• **THE PROBLEM**
Could you filter the records below down to the lines that include the word "DraftChunk"?

• **DATASET EXCERPTS**
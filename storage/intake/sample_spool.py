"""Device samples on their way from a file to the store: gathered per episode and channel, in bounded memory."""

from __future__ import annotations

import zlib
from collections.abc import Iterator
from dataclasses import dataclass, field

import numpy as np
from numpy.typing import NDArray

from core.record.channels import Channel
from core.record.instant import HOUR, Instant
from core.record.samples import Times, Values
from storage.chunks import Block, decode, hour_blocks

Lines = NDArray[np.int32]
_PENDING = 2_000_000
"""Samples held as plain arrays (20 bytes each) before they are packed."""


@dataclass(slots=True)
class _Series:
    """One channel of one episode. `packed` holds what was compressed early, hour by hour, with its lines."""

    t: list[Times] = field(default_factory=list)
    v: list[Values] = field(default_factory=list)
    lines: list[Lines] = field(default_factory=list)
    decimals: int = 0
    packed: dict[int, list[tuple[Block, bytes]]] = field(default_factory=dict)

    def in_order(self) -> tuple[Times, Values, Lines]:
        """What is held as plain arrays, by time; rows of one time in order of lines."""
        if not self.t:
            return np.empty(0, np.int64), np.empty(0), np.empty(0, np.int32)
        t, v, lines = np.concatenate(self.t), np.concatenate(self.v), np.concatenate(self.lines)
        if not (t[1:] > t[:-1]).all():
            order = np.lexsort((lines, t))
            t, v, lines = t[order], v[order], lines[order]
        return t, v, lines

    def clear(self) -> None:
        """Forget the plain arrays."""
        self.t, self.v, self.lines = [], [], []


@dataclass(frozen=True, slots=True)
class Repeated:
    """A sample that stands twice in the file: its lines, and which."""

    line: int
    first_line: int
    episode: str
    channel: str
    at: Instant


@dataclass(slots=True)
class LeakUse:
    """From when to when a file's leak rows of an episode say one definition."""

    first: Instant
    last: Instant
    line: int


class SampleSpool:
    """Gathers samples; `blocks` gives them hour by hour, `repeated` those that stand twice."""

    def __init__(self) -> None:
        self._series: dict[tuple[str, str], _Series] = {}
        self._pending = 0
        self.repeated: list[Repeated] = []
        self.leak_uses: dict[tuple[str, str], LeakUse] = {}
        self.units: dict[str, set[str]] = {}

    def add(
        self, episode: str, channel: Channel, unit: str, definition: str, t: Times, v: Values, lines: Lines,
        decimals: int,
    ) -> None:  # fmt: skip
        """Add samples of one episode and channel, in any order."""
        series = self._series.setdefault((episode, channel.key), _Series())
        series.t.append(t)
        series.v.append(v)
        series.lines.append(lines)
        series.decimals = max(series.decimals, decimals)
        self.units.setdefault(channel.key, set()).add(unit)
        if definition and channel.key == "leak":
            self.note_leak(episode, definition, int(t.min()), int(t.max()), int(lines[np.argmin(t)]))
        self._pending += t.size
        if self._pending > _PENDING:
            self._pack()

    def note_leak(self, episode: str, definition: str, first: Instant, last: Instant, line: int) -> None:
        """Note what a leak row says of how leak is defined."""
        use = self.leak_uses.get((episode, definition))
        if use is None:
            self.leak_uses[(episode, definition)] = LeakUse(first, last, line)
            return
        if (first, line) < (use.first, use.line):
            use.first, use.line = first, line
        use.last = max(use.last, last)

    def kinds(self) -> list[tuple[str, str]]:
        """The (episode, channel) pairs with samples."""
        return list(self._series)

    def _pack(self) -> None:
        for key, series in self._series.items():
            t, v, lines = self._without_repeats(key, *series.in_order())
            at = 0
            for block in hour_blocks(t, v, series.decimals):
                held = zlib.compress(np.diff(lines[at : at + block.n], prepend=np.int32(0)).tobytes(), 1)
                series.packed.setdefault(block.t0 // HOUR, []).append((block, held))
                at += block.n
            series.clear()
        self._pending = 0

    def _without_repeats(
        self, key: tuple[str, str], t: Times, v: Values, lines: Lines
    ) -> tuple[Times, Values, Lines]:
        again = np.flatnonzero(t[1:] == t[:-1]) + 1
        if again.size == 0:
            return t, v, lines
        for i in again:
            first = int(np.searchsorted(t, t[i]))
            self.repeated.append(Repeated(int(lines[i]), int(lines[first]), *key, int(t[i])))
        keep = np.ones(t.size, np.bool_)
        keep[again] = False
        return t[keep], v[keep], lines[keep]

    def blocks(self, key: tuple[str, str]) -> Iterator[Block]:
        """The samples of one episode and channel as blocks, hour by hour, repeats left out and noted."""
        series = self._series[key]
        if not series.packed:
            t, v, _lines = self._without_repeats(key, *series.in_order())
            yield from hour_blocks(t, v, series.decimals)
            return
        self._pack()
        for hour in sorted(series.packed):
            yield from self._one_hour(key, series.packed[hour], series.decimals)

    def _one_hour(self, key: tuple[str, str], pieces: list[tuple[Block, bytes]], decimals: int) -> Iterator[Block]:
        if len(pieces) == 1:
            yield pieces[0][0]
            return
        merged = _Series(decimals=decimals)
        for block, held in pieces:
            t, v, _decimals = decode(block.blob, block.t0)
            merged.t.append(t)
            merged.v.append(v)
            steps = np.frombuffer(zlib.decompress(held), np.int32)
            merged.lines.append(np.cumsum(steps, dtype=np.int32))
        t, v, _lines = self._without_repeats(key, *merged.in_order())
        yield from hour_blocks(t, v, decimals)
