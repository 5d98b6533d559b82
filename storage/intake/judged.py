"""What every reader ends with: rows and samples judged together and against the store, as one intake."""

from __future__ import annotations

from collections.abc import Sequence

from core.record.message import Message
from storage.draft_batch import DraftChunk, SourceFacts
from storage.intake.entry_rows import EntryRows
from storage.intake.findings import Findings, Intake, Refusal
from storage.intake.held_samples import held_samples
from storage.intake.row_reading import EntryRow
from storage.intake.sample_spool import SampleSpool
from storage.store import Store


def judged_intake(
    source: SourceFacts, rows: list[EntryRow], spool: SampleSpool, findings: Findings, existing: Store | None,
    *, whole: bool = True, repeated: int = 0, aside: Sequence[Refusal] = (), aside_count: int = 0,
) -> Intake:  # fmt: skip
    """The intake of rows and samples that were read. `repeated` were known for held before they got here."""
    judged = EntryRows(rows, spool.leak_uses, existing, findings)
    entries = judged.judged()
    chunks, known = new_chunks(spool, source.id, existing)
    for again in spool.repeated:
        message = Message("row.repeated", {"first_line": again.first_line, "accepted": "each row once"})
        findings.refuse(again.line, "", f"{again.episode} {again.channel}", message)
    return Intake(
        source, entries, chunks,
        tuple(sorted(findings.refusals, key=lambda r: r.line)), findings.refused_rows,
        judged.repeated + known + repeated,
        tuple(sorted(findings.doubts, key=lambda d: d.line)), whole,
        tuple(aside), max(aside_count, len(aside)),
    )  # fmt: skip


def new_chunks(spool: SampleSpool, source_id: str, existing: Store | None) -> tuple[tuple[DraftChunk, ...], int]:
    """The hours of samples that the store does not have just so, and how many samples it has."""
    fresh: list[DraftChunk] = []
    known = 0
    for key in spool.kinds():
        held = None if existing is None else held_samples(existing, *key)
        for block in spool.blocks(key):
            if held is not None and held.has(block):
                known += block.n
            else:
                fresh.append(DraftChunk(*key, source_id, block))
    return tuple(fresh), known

• **RESPONSE BELOW**
from storage.draft_batch import DraftChunk, SourceFacts
def new_chunks(spool: SampleSpool, source_id: str, existing: Store | None) -> tuple[tuple[DraftChunk, ...], int]:
    fresh: list[DraftChunk] = []
                fresh.append(DraftChunk(*key, source_id, block))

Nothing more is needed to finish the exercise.